Já em 2015, quando a lei inconstitucional que pretende converter automaticamente multa em advertência ainda era uma ideia na cabeça dos políticos, eu já avisava: é inconstitucional! Não faz! Vai passar vergonha! A primeira tentativa de aprovar tombou por parecer inconstitucionalidade, só que 2 anos depois o Executivo encaminhada a patuscada de novo, o parecer jurídico é contrário, mas os vereadores aprovaram e o Executivo, cujo chefe é advogado de formação, passa por cima também e sanciona mesmo sabendo inconstitucional.

Agora são obrigados a ler publicamente a resposta do Detran SC: goo.gl/jHrAZw. 

A próxima é a lei municipal que tenta obrigar a distribuição gratuita de imagens de infrações flagradas por câmeras de videomonitoramento e autuadas pelos agentes de trânsito. Não demora, ela cai e os homens que fazem as leis na cidade passam por nova vergonha.  

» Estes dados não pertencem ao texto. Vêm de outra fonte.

// Uplift at the back span's far support under the 5.3.1 combinations
// with the live loads on the spans that lift it (ACI 318-19 has no factor
// below 1.2 on D without W or E: 0.9D of (f), (g) is not used).
std::vector<Check> Checker::equilibrium_checks(const EquilibriumDemand& d, Detail detail) const {
  std::vector<Check> out;
  RegionVerdict verdict;
  CheckCollector checks(out, verdict, detail == Detail::verdict ? Detail::checks : detail);
  run_check("equilibrium", [&] {
    checks.add("equilibrium", d.where, "ACI 318-19 5.3.1, L on the spans that lift the support", d.R_destabilising * 1e-3,
               d.R_stabilising * 1e-3, "kN", [&] {
                 StepRecorder st;
                 st.add("R,stb", "reaction from the spans that hold the support down", "", force_v(d.R_stabilising),
                        force_u(), "ACI 318-19 5.3.1");
                 st.add("R,dst", "reaction taken away by the spans that lift it (with L)", "",
                        force_v(d.R_destabilising), force_u(), "ACI 318-19 5.3.1");
                 st.add("R,min", "R,stb − R,dst under " + d.combination + " (negative: uplift)",
                        force(d.R_stabilising) + " − " + force(d.R_destabilising),
                        force_v(d.R_stabilising - d.R_destabilising), force_u(), "ACI 318-19 5.3.1");
                 return st.take();
               });
  });
  return out;
}

// 8.3.1.2: the minimum thickness of a two-way slab on walls or stiff
// beams (clear spans taken as the spans given).
void Checker::two_way_deflection_check(CheckCollector& span, const RegionDemand& g, double h) const {
  const double h_min = two_way_min_thickness(g.long_span_mm, g.span_mm);
  span.add("deflection", g.span_where, "ACI 318-19 8.3.1.2", h_min, h, "mm", [&] {
    StepRecorder st;
    st.add("β", "ℓn,long/ℓn,short", len(g.long_span_mm) + "/" + len(g.span_mm), g.long_span_mm / g.span_mm, "-",
           "ACI 318-19 8.3.1.2");
    st.add("h_min", us_ ? "ℓn (0.8 + fy/200 000)/(36 + 9β) ≥ 3.5 in" : "ℓn (0.8 + fy/1400)/(36 + 9β) ≥ 90 mm",
           "ℓn = " + len(g.long_span_mm) + us_unit(len_u()) + ", fy = " + stress(fy_) + us_unit(stress_u()),
           len_v(h_min), len_u(), "ACI 318-19 8.3.1.2 (αfm > 2: walls or stiff beams)");
    return st.take();
  });
}

// Table 8.3.1.1: the minimum thickness of a flat slab without drop panels
// (no interior beams), from the clear span in the long direction;
// exterior panels without edge beams, interior panels (a wall edge counts
// as an edge beam: the interior column of the table).
void Checker::flat_slab_deflection_check(CheckCollector& span, const RegionDemand& g, double h) const {
  const bool exterior = g.span_kind == SpanKind::flat_exterior_panel;
  const double divisor = us_ ? flat_slab_thickness_divisor(fy_ / MPa_per_psi, {40000.0, 60000.0, 75000.0}, exterior)
                             : flat_slab_thickness_divisor(fy_, {280.0, 420.0, 520.0}, exterior);
  const double floor = us_ ? 5.0 * mm_per_in : 125.0;
  const double h_min = std::max(g.clear_span_mm / divisor, floor);
  span.add("deflection", g.span_where, "ACI 318-19 8.3.1.1 Table 8.3.1.1", h_min, h, "mm", [&] {
    StepRecorder st;
    st.add("ℓn", "clear span in the long direction, face to face of the columns", len(g.clear_span_mm) + us_unit(len_u()),
           len_v(g.clear_span_mm), len_u(), "ACI 318-19 8.3.1.1");
    st.add("ℓn/h", exterior ? "Table 8.3.1.1, exterior panel without edge beams" : "Table 8.3.1.1, interior panel",
           "fy = " + stress(fy_) + us_unit(stress_u()) + " (between the rows: linear)", divisor, "-",
           "ACI 318-19 Table 8.3.1.1 (from memory)");
    st.add("h_min", us_ ? "max(ℓn/(ℓn/h), 5 in)" : "max(ℓn/(ℓn/h), 125 mm)", len(g.clear_span_mm) + "/" + num(divisor),
           len_v(h_min), len_u(), "ACI 318-19 8.3.1.1 (a)");
    return st.take();
  });
}
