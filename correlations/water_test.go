package correlations

import (
	"errors"
	"testing"
)

const (
	// tolWater4 and tolWater5: a published value printed to 4 or 5 significant figures.
	tolWater4 = 5e-4
	tolWater5 = 1e-4
	// tolTwoDigits: a published value printed to two significant figures (0.52 ± 0.005).
	tolTwoDigits = 1e-2
	// tolBrineDensity: McCain's standard-condition brine density against a handbook table of
	// NaCl solutions at 15 °C (0.56 °C colder than 60 °F moves the table by < 0.03 %); McCain
	// fitted oilfield brines, so some tenths of a percent are expected.
	tolBrineDensity = 4e-3
	// tolPureWaterViscosity: McCain fitted brines from 100 °F up; against pure water at
	// 212 °F it is 4–5 % low, within the scatter McCain reports for the correlation.
	tolPureWaterViscosity = 6e-2
)

func TestMcCainWaterFVF(t *testing.T) {
	// McCain (1990), The Properties of Petroleum Fluids, 2nd ed., ch. 16 example, as worked on
	// wiki.pengtools.com "Water formation volume factor": 3176 psia, 165 °F →
	// ΔVwp = −0.0047241, ΔVwt = 0.027, Bw = 1.022 res bbl/STB.
	bw, err := McCainWaterFVF(3176, 165)
	if err != nil {
		t.Fatal(err)
	}
	if e := relErr(bw, 1.022); e > tolWater4 {
		t.Errorf("Bw(3176 psia, 165 °F) = %.5f, want 1.022 (rel. err %.2g)", bw, e)
	}
	if e := relErr(bw, (1-0.0047241)*(1+0.027)); e > tolWater4 {
		t.Errorf("Bw = %.6f, want (1 + ΔVwp)(1 + ΔVwt) = %.6f", bw, (1-0.0047241)*(1+0.027))
	}
	// Common practice (the definition of a formation volume factor): Bw = 1 at standard
	// conditions.
	if bw, _ := McCainWaterFVF(14.696, 60); relErr(bw, 1) > 1e-4 {
		t.Errorf("Bw(14.696 psia, 60 °F) = %.6f, want 1", bw)
	}
	// Trends (common practice): water shrinks under pressure and swells with heat.
	lo, _ := McCainWaterFVF(1000, 200)
	hi, _ := McCainWaterFVF(5000, 200)
	hot, _ := McCainWaterFVF(1000, 250)
	if !(hi < lo && hot > lo) {
		t.Errorf("Bw trends: 1000 psia %g, 5000 psia %g, 250 °F %g", lo, hi, hot)
	}
}

func TestMcCainWaterViscosity(t *testing.T) {
	// McCain (1990) example as worked on wiki.pengtools.com "Water viscosity": 74,289.3 mg/L
	// at SG 1.0476, so S = 74289.3/1.0476/10⁴ wt %; 3176 psia, 165 °F → μw1 = 0.45 cP, pressure
	// factor 1.1587, μw = 0.52 cP.
	s := 74289.3 / 1.0476 / 1e4
	mu, err := McCainWaterViscosity(3176, 165, s)
	if err != nil {
		t.Fatal(err)
	}
	if e := relErr(mu, 0.52); e > tolTwoDigits {
		t.Errorf("μw = %.4f cP, want 0.52 (rel. err %.2g)", mu, e)
	}
	mu1, _ := McCainWaterViscosity(14.696, 165, s)
	if e := relErr(mu1, 0.45); e > tolTwoDigits {
		t.Errorf("μw1 = %.4f cP, want 0.45", mu1)
	}
	if e := relErr(mu/mu1, 1.1587); e > tolWater5 {
		t.Errorf("pressure factor = %.5f, want 1.1587", mu/mu1)
	}
	// Pure water at 212 °F: 0.2818 cP (Lyons, ed., Standard Handbook of Petroleum & Natural
	// Gas Engineering, Vol. 2, Table 5-1, viscosity of pure water).
	pure, _ := McCainWaterViscosity(14.696, 212, 0)
	if e := relErr(pure, 0.2818); e > tolPureWaterViscosity {
		t.Errorf("pure water at 212 °F: %.4f cP, want 0.2818 within %.0f %%", pure, 100*tolPureWaterViscosity)
	}
	// Trends (common practice): brine is more viscous than fresh water, hot water less.
	salty, _ := McCainWaterViscosity(14.696, 212, 10)
	hot, _ := McCainWaterViscosity(14.696, 300, 0)
	if !(salty > pure && hot < pure) {
		t.Errorf("μw trends: pure %g, 10 %% %g, 300 °F %g", pure, salty, hot)
	}
	// The viscosibility is the logarithmic slope of the pressure factor.
	const p, dp = 3000.0, 1.0
	a, _ := McCainWaterViscosity(p-dp, 200, 5)
	b, _ := McCainWaterViscosity(p+dp, 200, 5)
	c, _ := McCainWaterViscosity(p, 200, 5)
	cv, err := McCainWaterViscosibility(p)
	if err != nil {
		t.Fatal(err)
	}
	if e := relErr(cv, (b-a)/(2*dp)/c); e > 1e-6 {
		t.Errorf("viscosibility %g, finite difference %g", cv, (b-a)/(2*dp)/c)
	}
}

func TestOsifWaterCompressibility(t *testing.T) {
	// McCain (1990) example as worked on wiki.pengtools.com "Water compressibility": 3500 psia,
	// 165 °F, 74,289.3 mg/L → cw = 2.6348e−6 1/psi.
	cw, err := OsifWaterCompressibility(3500, 165, 74.2893)
	if err != nil {
		t.Fatal(err)
	}
	if e := relErr(cw, 2.6348e-6); e > tolWater5 {
		t.Errorf("cw = %.5g 1/psi, want 2.6348e-6 (rel. err %.2g)", cw, e)
	}
	// petroleumoffice.com, PO.PVT.Cw.UnSat.ByOsif.SI example: 17,237 kPa, 93.33 °C, 10 g/L →
	// 4.54805142e−7 1/kPa (1 psi = 6.894757 kPa).
	const kPaPerPsi = 6.894757293168
	cw, err = OsifWaterCompressibility(17237/kPaPerPsi, 93.33*1.8+32, 10)
	if err != nil {
		t.Fatal(err)
	}
	if e := relErr(cw/kPaPerPsi, 4.54805142e-7); e > tolWater5 {
		t.Errorf("cw = %.9g 1/kPa, want 4.54805142e-7 (rel. err %.2g)", cw/kPaPerPsi, e)
	}
	// Trend (Osif): salt and pressure make water stiffer.
	fresh, _ := OsifWaterCompressibility(3000, 220, 0)
	brine, _ := OsifWaterCompressibility(3000, 220, 100)
	deep, _ := OsifWaterCompressibility(8000, 220, 0)
	if !(brine < fresh && deep < fresh) {
		t.Errorf("cw trends: fresh %g, 100 g/L %g, 8000 psia %g", fresh, brine, deep)
	}
}

func TestMcCainBrineDensity(t *testing.T) {
	const kgm3PerLbmft3 = 16.01846337
	for _, c := range []struct{ s, want float64 }{
		// Poradnik fizykochemiczny, WNT, Warsaw (1974), density of aqueous NaCl at 15 °C, as
		// tabulated by the physics laboratory of Nicolaus Copernicus University (fizyka.umk.pl):
		{10, 1074.2}, // kg/m³ at 10 wt %
		{20, 1152.5}, // kg/m³ at 20 wt %
		// Pure water at 60 °F: 999.0 kg/m³ (62.37 lbm/ft³; common practice).
		{0, 999.0},
	} {
		rho, err := McCainBrineDensity(c.s)
		if err != nil {
			t.Fatal(err)
		}
		if e := relErr(rho*kgm3PerLbmft3, c.want); e > tolBrineDensity {
			t.Errorf("ρw(%g %%) = %.1f kg/m³, want %.1f (rel. err %.2g)", c.s, rho*kgm3PerLbmft3, c.want, e)
		}
	}
	// The pengtools example above (74,289.3 mg/L at SG 1.0476, 7.09 wt %) converts back to
	// the same concentration within the difference of the two densities (0.25 %).
	c, err := BrineConcentration(74289.3 / 1.0476 / 1e4)
	if err != nil {
		t.Fatal(err)
	}
	if e := relErr(c, 74.2893); e > 5e-3 {
		t.Errorf("concentration %.2f g/L, want 74.29", c)
	}
}

func TestWaterInputErrors(t *testing.T) {
	for name, err := range map[string]error{
		"salinity above saturation": func() error { _, err := McCainWaterViscosity(3000, 200, 30); return err }(),
		"negative salinity":         func() error { _, err := McCainBrineDensity(-1); return err }(),
		"zero pressure":             func() error { _, err := McCainWaterFVF(0, 200); return err }(),
		"negative concentration":    func() error { _, err := OsifWaterCompressibility(3000, 200, -5); return err }(),
		"temperature at 0 °F":       func() error { _, err := McCainWaterViscosity(3000, 0, 1); return err }(),
	} {
		if !errors.Is(err, ErrInput) {
			t.Errorf("%s: error %v, want ErrInput", name, err)
		}
	}
}

func TestWaterCatalog(t *testing.T) {
	for _, p := range []Property{WaterFVF, WaterCompressibility, WaterViscosity, WaterDensity} {
		ids := IDs(p)
		if len(ids) != 1 {
			t.Fatalf("%s: ids %v, want one", p, ids)
		}
		e, err := Lookup(p, ids[0])
		if err != nil {
			t.Fatal(err)
		}
		if e.Reference == "" || len(e.Ranges) == 0 || e.Year == 0 {
			t.Errorf("%s %s: entry without reference, ranges or year: %+v", p, e.ID, e)
		}
	}
	e, _ := Lookup(WaterCompressibility, "osif")
	if msgs := e.Check(map[string]float64{"temperature": 150, "p": 3000}); len(msgs) != 1 {
		t.Errorf("osif at 150 °F: %v, want one message (below 200 °F)", msgs)
	}
}

func BenchmarkMcCainWaterFVF(b *testing.B) {
	b.ReportAllocs()
	for b.Loop() {
		v, _ := McCainWaterFVF(3000, 200)
		benchSink += v
	}
}

func BenchmarkMcCainWaterViscosity(b *testing.B) {
	b.ReportAllocs()
	for b.Loop() {
		v, _ := McCainWaterViscosity(3000, 200, 3)
		benchSink += v
	}
}

func BenchmarkOsifWaterCompressibility(b *testing.B) {
	b.ReportAllocs()
	for b.Loop() {
		v, _ := OsifWaterCompressibility(3000, 200, 30)
		benchSink += v
	}
}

Conta a história que a única bola do jogo pertencia a um menino que não jogava muito bem. Era perna de pau mesmo, daqueles que pisam na bola e tomam olé da própria sombra. Ninguém queria o tal menino no time de tão ruim que era, mas ele era o dono da bola e se escalava a si próprio. Das duas uma: ou o aceitavam no time ou ele ficava emburrado, queria mudar as regras, abraçava a bola e ia embora. Daí pronto: acabou o jogo e ninguém mais brinca. Na teimosia de impor regras fáceis o menino dono da bola determinava que o outro lado jogaria sem goleiro. Era tão persuasivo por ser o dono da bola que até quem era prejudicado por um jogador a menos concordava com as novas regras do jogo, mesmo sabendo-as injustas. Havia até quem comemorasse, corresse e abraçasse o dono da bola mesmo quando não era ele quem fazia o gol. Realmente, isso era muito feio quando se tratava de meninos. 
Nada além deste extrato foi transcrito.